Dane> I try to keep the format or platform considered from the start. When it comes to square, wide or portrait format it's always a bit of a compromise to create compositions that work for each of them, and often we'll create bespoke shots for the different ratios to resolve this, but it needs to be thought about from the start. I think with every new platform, there are challenges to adhere to, but I feel the best way is to embrace what they offer. For example VR has been an emerging platform the last few years and whenever we do a project that uses it, we try to learn what it's benefits are and why we're using it. Those questions can be hard to answer, especially if the client doesn't have a solid reason beyond promotional value, so we try to find ways to answer that for ourselves and look for ideas that can only be achieved with it.

LBB> What’s your relationship with new technology and, if at all, how do you incorporate future-facing tech into your work (e.g. virtual production, interactive storytelling, AI/data-driven visuals etc)?

Dane> I've always been into computer animation, and had a strong understanding that computers don't do the work, but they can enable you to create things you couldn't any other way, so I love technology and discovering new tools and techniques.

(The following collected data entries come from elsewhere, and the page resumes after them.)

package org.ladderkin.report;

import java.awt.BasicStroke;
import java.awt.Color;
import java.awt.Font;
import java.awt.Rectangle;
import java.awt.geom.Ellipse2D;
import java.util.List;
import org.jfree.chart.JFreeChart;
import org.jfree.chart.axis.LogAxis;
import org.jfree.chart.axis.NumberAxis;
import org.jfree.chart.axis.ValueAxis;
import org.jfree.chart.plot.XYPlot;
import org.jfree.chart.renderer.xy.XYLineAndShapeRenderer;
import org.jfree.data.xy.XYSeries;
import org.jfree.data.xy.XYSeriesCollection;
import org.jfree.svg.SVGGraphics2D;

/** Builds JFreeChart charts from {@link ChartSpec}s and renders them as SVG text. */
public final class Charts {

    private static final Color[] PALETTE = {
        new Color(0x1f77b4), new Color(0xd62728), new Color(0x2ca02c), new Color(0x9467bd), new Color(0xff7f0e),
        new Color(0x17becf), new Color(0x8c564b), new Color(0xe377c2), new Color(0x7f7f7f), new Color(0xbcbd22)};

    private Charts() {
    }

    /** A chart for the spec. Non-positive values are left out of log axes, which cannot show them. */
    public static JFreeChart build(ChartSpec spec) {
        XYSeriesCollection data = new XYSeriesCollection();
        for (ChartSpec.Series s : spec.series()) {
            XYSeries xy = new XYSeries(s.name(), false, true);
            double[] x = s.x();
            double[] y = s.y();
            for (int i = 0; i < x.length; i++) {
                boolean drop = !Double.isFinite(x[i]) || !Double.isFinite(y[i])
                        || (spec.logX() && x[i] <= 0) || (spec.logY() && y[i] <= 0);
                if (!drop) {
                    xy.add(x[i], y[i]);
                }
            }
            data.addSeries(xy);
        }
        ValueAxis xAxis = axis(spec.xLabel(), spec.logX());
        ValueAxis yAxis = axis(spec.yLabel(), spec.logY());
        XYLineAndShapeRenderer renderer = new XYLineAndShapeRenderer();
        for (int i = 0; i < spec.series().size(); i++) {
            boolean points = spec.series().get(i).points();
            renderer.setSeriesPaint(i, PALETTE[i % PALETTE.length]);
            renderer.setSeriesLinesVisible(i, !points);
            renderer.setSeriesShapesVisible(i, points);
            renderer.setSeriesShape(i, new Ellipse2D.Double(-2, -2, 4, 4));
            renderer.setSeriesStroke(i, new BasicStroke(1.6f));
        }
        XYPlot plot = new XYPlot(data, xAxis, yAxis, renderer);
        if (spec.logX()) {
            decadeTicks((LogAxis) xAxis, data, true);
        }
        if (spec.logY()) {
            decadeTicks((LogAxis) yAxis, data, false);
        }
        plot.setBackgroundPaint(Color.WHITE);
        plot.setDomainGridlinePaint(new Color(0xdddddd));
        plot.setRangeGridlinePaint(new Color(0xdddddd));
        JFreeChart chart = new JFreeChart(spec.title(), new Font("SansSerif", Font.BOLD, 13), plot, spec.series().size() > 1);
        chart.setBackgroundPaint(Color.WHITE);
        return chart;
    }

    /**
     * Loads the chart and font machinery in the background (the first chart otherwise pays about half a second for
     * it), so a caller can overlap that with its own computation.
     */
    public static void warmUpInBackground() {
        Thread t = new Thread(() -> svg(new ChartSpec("", "", "", false, false,
                List.of(ChartSpec.Series.line("", new double[] {1, 2}, new double[] {1, 2}))), 64, 48), "chart-warm-up");
        t.setDaemon(true);
        t.start();
    }

    /** SVG markup (an {@code <svg>} element) of the chart at the given size in pixels. */
    public static String svg(ChartSpec spec, int width, int height) {
        SVGGraphics2D g2 = new SVGGraphics2D(width, height);
        build(spec).draw(g2, new Rectangle(0, 0, width, height));
        return g2.getSVGElement();
    }

    /** Ticks at whole decades when the data span two or more: fractional log steps ("3.16E1") read badly. */
    private static void decadeTicks(LogAxis axis, XYSeriesCollection data, boolean domain) {
        double lo = Double.POSITIVE_INFINITY;
        double hi = 0;
        for (int s = 0; s < data.getSeriesCount(); s++) {
            for (int i = 0; i < data.getItemCount(s); i++) {
                double v = domain ? data.getXValue(s, i) : data.getYValue(s, i);
                if (v > 0) {
                    lo = Math.min(lo, v);
                    hi = Math.max(hi, v);
                }
            }
        }
        if (hi > 0 && Math.log10(hi / lo) >= 2) {
            axis.setStandardTickUnits(NumberAxis.createIntegerTickUnits());
        }
    }

    /** Plain numbers from 0.001 to 99 999, scientific outside ("2e6"). */
    static final class ReadableNumberFormat extends java.text.NumberFormat {
        private final java.text.DecimalFormat plain = new java.text.DecimalFormat("0.###",
                java.text.DecimalFormatSymbols.getInstance(java.util.Locale.ROOT));
        private final java.text.DecimalFormat sci = new java.text.DecimalFormat("0.##E0",
                java.text.DecimalFormatSymbols.getInstance(java.util.Locale.ROOT));

        @Override
        public StringBuffer format(double number, StringBuffer toAppendTo, java.text.FieldPosition pos) {
            double a = Math.abs(number);
            if (a == 0 || (a >= 1e-3 && a < 1e5)) {
                return plain.format(number, toAppendTo, pos);
            }
            return toAppendTo.append(sci.format(number).replace("E", "e"));
        }

        @Override
        public StringBuffer format(long number, StringBuffer toAppendTo, java.text.FieldPosition pos) {
            return format((double) number, toAppendTo, pos);
        }

        @Override
        public Number parse(String source, java.text.ParsePosition parsePosition) {
            return plain.parse(source, parsePosition);
        }
    }

    private static ValueAxis axis(String label, boolean log) {
        if (log) {
            LogAxis a = new LogAxis(label);
            a.setBase(10);
            a.setSmallestValue(1e-300);
            a.setNumberFormatOverride(new ReadableNumberFormat());
            return a;
        }
        NumberAxis a = new NumberAxis(label);
        a.setAutoRangeIncludesZero(false);
        return a;
    }
}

I've certainly dabbled with VR, interactive storytelling, and procedural workflows, but my main passion is still film; the flat frame in front of you that tells you everything you need to know. Within that though, I'm always looking for new tools and technology to help me craft images and tell stories and I get very inspired when I see something I've not tried before. I do a lot of experimenting in my spare time, exploring different styles and techniques, which I post up on my instagram account, and that's been a fun space to try things that I may use for a pitch or a bigger project in future.

LBB> Which pieces of work do you feel really show off what you do best – and why?

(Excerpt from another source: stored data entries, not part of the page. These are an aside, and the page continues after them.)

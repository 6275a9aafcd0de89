package org.ladderkin.report;

import java.util.ArrayList;
import java.util.List;
import java.util.Locale;
import org.ladderkin.fit.Dataset;
import org.ladderkin.fit.FitQuality;
import org.ladderkin.fit.FitResult;
import org.ladderkin.fit.LadderFit;
import org.ladderkin.fit.ParameterEstimate;
import org.ladderkin.fit.ParameterNaming;
import org.ladderkin.fit.Trace;
import org.ladderkin.observe.MeasuredIrf;
import org.ladderkin.units.Dimension;
import org.ladderkin.units.Quantity;
import org.ladderkin.units.Rounded;

/**
 * The HTML report of a ladder fit: data with the fitted curves on a log delay axis, residuals, the parameter table
 * with standard errors (and profile intervals when asked), per-trace values, diagnostics, warnings, and the
 * comparison with the plan when one was given.
 */
public final class FitReport {

    private FitReport() {
    }

    /**
     * @param planRows rows (quantity, plan, fit, note) comparing with the plan, or empty
     */
    public static String html(Dataset data, LadderFit.Outcome outcome, List<List<String>> planRows) {
        return html(data, outcome, planRows, null);
    }

    /**
     * @param planRows rows (quantity, plan, fit, note) comparing with the plan, or empty
     * @param yields   what comes with a freed multiplication yield, or null
     */
    public static String html(Dataset data, LadderFit.Outcome outcome, List<List<String>> planRows,
                              org.ladderkin.fit.YieldSummary yields) {
        FitResult r = outcome.result();
        HtmlPage page = new HtmlPage("Global fit of a fluence series");
        page.paragraph("Data: " + String.join(", ", data.sourceFiles()) + " — " + data.size() + " traces, fitted with the "
                + "exciton ladder (shared parameters across the series).");
        if (outcome.measuredIrf() != null) {
            page.paragraph("Instrument response: " + measuredIrfNote(outcome.measuredIrf()) + ".");
        }
        page.paragraph("Status: " + r.statusText() + (r.message().isEmpty() ? "" : " — " + r.message()));
        if (!r.ok()) {
            return page.render();
        }
        page.heading(2, "Diagnostics");
        // a check that could not run is said to be not tested; nothing here claims an all-clear no test could give
        List<String> findings = new ArrayList<>(outcome.diagnostics());
        findings.addAll(outcome.checks());
        page.bullets(findings.isEmpty() ? List.of("no finding from the checks that ran (saturation curve, excitation scale)")
                : findings);
        page.heading(2, "Shared parameters");
        List<List<String>> rows = new ArrayList<>();
        for (ParameterEstimate e : r.estimates()) {
            if (!e.shared() || e.key().equals("amplitude") || e.key().equals("baseline")) {
                continue;
            }
            ParameterNaming.TradeKey t = ParameterNaming.trade(e.key());
            String profile = r.profile(e.key()).map(p -> num(p.lower() * t.factor()) + (p.lowerOpen() ? " (open)" : "") + " … "
                    + num(p.upper() * t.factor()) + (p.upperOpen() ? " (open)" : "")).orElse("");
            String total = e.fixed() ? "" : outcome.totalStdError(e.key()).stream().mapToObj(v -> Rounded.error(v * t.factor()))
                    .findFirst().orElse("—");
            // the value stops at the statistical error's last digit: more digits claim a precision the fit lacks
            rows.add(List.of(ParameterNaming.label(e.key()).withUnit(),
                    e.fixed() ? num(e.value() * t.factor()) : Rounded.value(e.value() * t.factor(), e.stdError() * t.factor()),
                    e.fixed() ? "fixed" : Double.isFinite(e.stdError()) ? Rounded.error(e.stdError() * t.factor())
                            : "not determined (the data do not constrain it)", total, profile));
        }
        page.table(List.of("parameter", "value", "statistical error", "total error (with calibration)", "68% profile interval"), rows);
        if (yields != null) {
            page.heading(2, "Multiplication yield");
            // the terminal's lines, without their margin: one wording for both
            page.bullets(yields.lines().stream().filter(l -> !l.startsWith("! ")).map(String::strip).toList());
            if (yields.upperBound()) {
                page.block("caution", yields.reason());
            }
        }
        if (outcome.fluenceScaleUncertainty() > 0) {
            page.paragraph(String.format(Locale.ROOT, "Total errors add a %s%% fluence calibration uncertainty (a common "
                    + "factor on every trace's excitation, treated as a nuisance parameter with a Gaussian prior).",
                    new java.math.BigDecimal(100 * outcome.fluenceScaleUncertainty()).round(new java.math.MathContext(3))
                            .stripTrailingZeros().toPlainString()));
        }
        page.paragraph(String.format(Locale.ROOT, "%s; %d points, %d free parameters; AIC %.6g, BIC %.6g. "
                + "Statistical errors are scaled by the residuals' own mean square (as if the reduced χ² were 1).",
                quality(data, outcome).describe(), r.points(), r.freeParameters(), r.aic(), r.bic()));
        page.heading(2, "Traces");
        List<List<String>> traceRows = new ArrayList<>();
        for (int i = 0; i < data.size(); i++) {
            int trace = i;
            double[] acf = r.autocorrelation().get(i);
            traceRows.add(List.of(data.traces().get(i).label(), num(outcome.meanN()[i]),
                    r.find("amplitude", i).map(e -> Rounded.pm(e.value(), e.stdError())).orElse("shared"),
                    r.find("baseline", i).map(e -> Rounded.pm(e.value(), e.stdError())).orElse("—"),
                    acf.length == 0 ? "—" : String.format(Locale.ROOT, "%.2f", acf[0]), String.valueOf(trace + 1)));
        }
        page.table(List.of("trace", "⟨N⟩ (fit)", "amplitude", "baseline", "residual autocorrelation, lag 1", "#"), traceRows);
        page.charts(charts(data, outcome), 760, 420);
        if (!r.warnings().isEmpty()) {
            page.heading(2, "Warnings");
            page.bullets(r.warnings());
        }
        if (!planRows.isEmpty()) {
            page.heading(2, "Compared with the plan");
            page.table(List.of("quantity", "plan", "fit", "note"), planRows);
        }
        return page.render();
    }

    /**
     * How well the fit matches the data against the data's own noise (given uncertainties, else the residuals'
     * point-to-point scatter): the outcome's, or measured here for an outcome built without one. Never the unweighted
     * mean square, whose size is that of the signal's units squared and says nothing about the fit.
     */
    public static FitQuality quality(Dataset data, LadderFit.Outcome outcome) {
        return outcome.quality() != null ? outcome.quality() : FitQuality.of(data, outcome.result());
    }

    /** One line saying which measured IRF the fit used, e.g. "measured IRF from irf.csv, FWHM 104 fs". */
    public static String measuredIrfNote(MeasuredIrf irf) {
        return "measured IRF from " + irf.origin() + ", FWHM " + Quantity.formatBest(irf.fwhmS(), Dimension.TIME, 3)
                + " (centroid at time zero)";
    }

    /** Data with fitted curves, and residuals, on a log delay axis (delays after time zero only). */
    public static List<ChartSpec> charts(Dataset data, LadderFit.Outcome outcome) {
        return List.of(overlay("Data and fit", data, outcome, "fit"), residuals("Residuals (data − fit)", data, outcome));
    }

    /**
     * Each trace as points and, with an outcome, its curve as a line in the same colour (one legend entry shows both),
     * as {@link ChartSpec#BLEACH_AXIS}. Traces are coloured on the sequential palette in order of ⟨N⟩ once the
     * outcome gives it, in file order before; {@link #residuals} colours them alike.
     *
     * @param curve what the line is ("fit", "plan's model"), for its name in CSV exports
     */
    public static ChartSpec overlay(String title, Dataset data, LadderFit.Outcome outcome, String curve) {
        List<ChartSpec.Series> series = new ArrayList<>();
        if (data != null) {
            int[] colour = traceColours(data, outcome);
            for (int i = 0; i < data.size(); i++) {
                List<double[]> kept = plotted(data.traces().get(i), outcome, i);
                double[] x = column(kept, 0);
                String name = traceName(data, outcome, i);
                series.add(ChartSpec.Series.points(name, x, bleachAxis(column(kept, 1))).colour(colour[i]));
                if (outcome != null) {
                    series.add(ChartSpec.Series.line(name + " (" + curve + ")", x, bleachAxis(column(kept, 2)))
                            .colour(colour[i]).unlisted());
                }
            }
        }
        return new ChartSpec(title, "delay after time zero (ps)", ChartSpec.BLEACH_AXIS, true, false, series,
                ChartSpec.Palette.SEQUENTIAL);
    }

    /** Data minus curve per trace, in the overlay's sign, unit and colours; no series without an outcome. */
    public static ChartSpec residuals(String title, Dataset data, LadderFit.Outcome outcome) {
        List<ChartSpec.Series> series = new ArrayList<>();
        if (data != null && outcome != null) {
            int[] colour = traceColours(data, outcome);
            for (int i = 0; i < data.size(); i++) {
                List<double[]> kept = plotted(data.traces().get(i), outcome, i);
                series.add(ChartSpec.Series.line(traceName(data, outcome, i), column(kept, 0), bleachAxis(column(kept, 3)))
                        .colour(colour[i]));
            }
        }
        return new ChartSpec(title, "delay after time zero (ps)", "residual of −ΔA (mOD)", true, false, series,
                ChartSpec.Palette.SEQUENTIAL);
    }

    private static boolean knowsMeanN(Dataset data, LadderFit.Outcome outcome) {
        return outcome != null && outcome.meanN().length == data.size();
    }

    private static int[] traceColours(Dataset data, LadderFit.Outcome outcome) {
        return knowsMeanN(data, outcome) ? ChartSpec.ranks(outcome.meanN()) : java.util.stream.IntStream.range(0, data.size()).toArray();
    }

    /** "F1, ⟨N⟩ = 0.13", or the label alone before ⟨N⟩ is known. */
    private static String traceName(Dataset data, LadderFit.Outcome outcome, int i) {
        String label = data.traces().get(i).label();
        return knowsMeanN(data, outcome) ? label + ", " + ChartSpec.meanN(outcome.meanN()[i]) : label;
    }

    /** ΔA as read (OD; the trace reader converts mOD and µOD columns) to the charts' bleach axis. */
    private static double[] bleachAxis(double[] deltaAOd) {
        double[] out = new double[deltaAOd.length];
        for (int i = 0; i < out.length; i++) {
            out[i] = deltaAOd[i] * ChartSpec.BLEACH_AXIS_PER_OD;
        }
        return out;
    }

    /**
     * What a fit chart draws for trace {@code i}: rows {delay after time zero (ps), data, curve, residual} for the
     * present points after time zero (a log axis shows no others). Without an outcome, curve and residual are NaN.
     */
    public static List<double[]> plotted(Trace t, LadderFit.Outcome outcome, int i) {
        double t0 = outcome == null ? 0 : outcome.result().find("timeZeroS", -1).map(ParameterEstimate::value).orElse(0.0);
        double[] d = t.delaysS();
        double[] y = t.signal();
        double[] c = outcome == null ? null : outcome.curves().get(i);
        double[] rr = outcome == null ? null : outcome.result().residuals().get(i);
        List<double[]> kept = new ArrayList<>();
        int used = 0; // residuals are listed for the points used, missing ones skipped
        for (int m = 0; m < d.length; m++) {
            if (Double.isNaN(y[m])) {
                continue;
            }
            if (d[m] - t0 > 0) {
                kept.add(new double[] {(d[m] - t0) * 1e12, y[m], c == null ? Double.NaN : c[m], rr == null ? Double.NaN : rr[used]});
            }
            used++;
        }
        return kept;
    }

    /** Column {@code c} of {@link #plotted} rows. */
    public static double[] column(List<double[]> rows, int c) {
        return rows.stream().mapToDouble(v -> v[c]).toArray();
    }

    private static String num(double v) {
        return Double.isFinite(v) ? String.format(Locale.ROOT, "%.4g", v) : "unavailable";
    }
}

Dane> Ada - This was a short film I directed at Blue Zoo. It was an opportunity to explore some new technology for us with Unreal Engine and to try tell the true story of Ada Blackjack. I spent a long time researching and writing the film; trying to figure out what part of her story to focus on and how to create a narrative that would conclude in a way that said something about her internal and external transformation. Working with a brilliant team, we strived to develop a visual style that captured the look of old sketches that may have appeared in her diary along with old photographs taken from the expedition to try and evoke the mood of her setting and struggle.

Glenfiddich CNY 2020 - This was a commercial I Directed at Blue Zoo for Glenfiddich, working with LOVE Creative agency to bring to life the beautiful illustrated box art for the Chinese New Year special edition bottle. This was a great project to try some new techniques with toon shading and procedural outlines to try and emulate the illustration style within 3D. I really enjoy working on commercials of this length because there are generally very few shots so you can focus your efforts on making them work as well as possible. Figuring out the journey of the plane through the artwork was a really fun challenge and the team was a dream to work with.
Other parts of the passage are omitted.